SUPPLIED INFORMATION:
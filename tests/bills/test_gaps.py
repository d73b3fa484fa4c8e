"""Stretches without a bill are named.  Expected dates: the calendar."""

from __future__ import annotations

from pathlib import Path

from normalize.bills.gaps import gap_words
from normalize.bills.read import read_bills

ROWS = (
    "start,end,therms\n2022-01-05,2022-02-04,90\n2022-02-04,2022-03-06,80\n"
    "2022-05-05,2022-06-04,30\n2022-06-04,2022-07-04,20\n"
)


def test_a_missing_stretch_is_named_with_its_days(tmp_path: Path) -> None:
    file = tmp_path / "bills.csv"
    file.write_text(ROWS, encoding="utf-8")
    bills = read_bills(file, fuel="natural gas", end_dates="exclusive")
    # March 6 to 31 are 26 days, April has 30, May 1 to 4 are 4: 60.
    assert gap_words(bills.periods) == "No bill covers 2022-03-06 to 2022-05-05 (60 days)."


def test_bills_without_a_gap_say_nothing(tmp_path: Path) -> None:
    file = tmp_path / "bills.csv"
    file.write_text("\n".join(ROWS.splitlines()[:3]) + "\n2022-03-06,2022-04-05,50\n", "utf-8")
    bills = read_bills(file, fuel="natural gas", end_dates="exclusive")
    assert gap_words(bills.periods) == ""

EXERCISE AIM:
Output must consist only of the listing's lines from the first through the line with "bill covers 2022-03-06", reproduced word for word.

WORKED SOLUTION:
filename tests/bills/test_gaps.py
repository d73b3fa484fa4c8e
"""Stretches without a bill are named.  Expected dates: the calendar."""

from __future__ import annotations

from pathlib import Path

from normalize.bills.gaps import gap_words
from normalize.bills.read import read_bills

ROWS = (
    "start,end,therms\n2022-01-05,2022-02-04,90\n2022-02-04,2022-03-06,80\n"
    "2022-05-05,2022-06-04,30\n2022-06-04,2022-07-04,20\n"
)


def test_a_missing_stretch_is_named_with_its_days(tmp_path: Path) -> None:
    file = tmp_path / "bills.csv"
    file.write_text(ROWS, encoding="utf-8")
    bills = read_bills(file, fuel="natural gas", end_dates="exclusive")
    # March 6 to 31 are 26 days, April has 30, May 1 to 4 are 4: 60.
    assert gap_words(bills.periods) == "No bill covers 2022-03-06 to 2022-05-05 (60 days)."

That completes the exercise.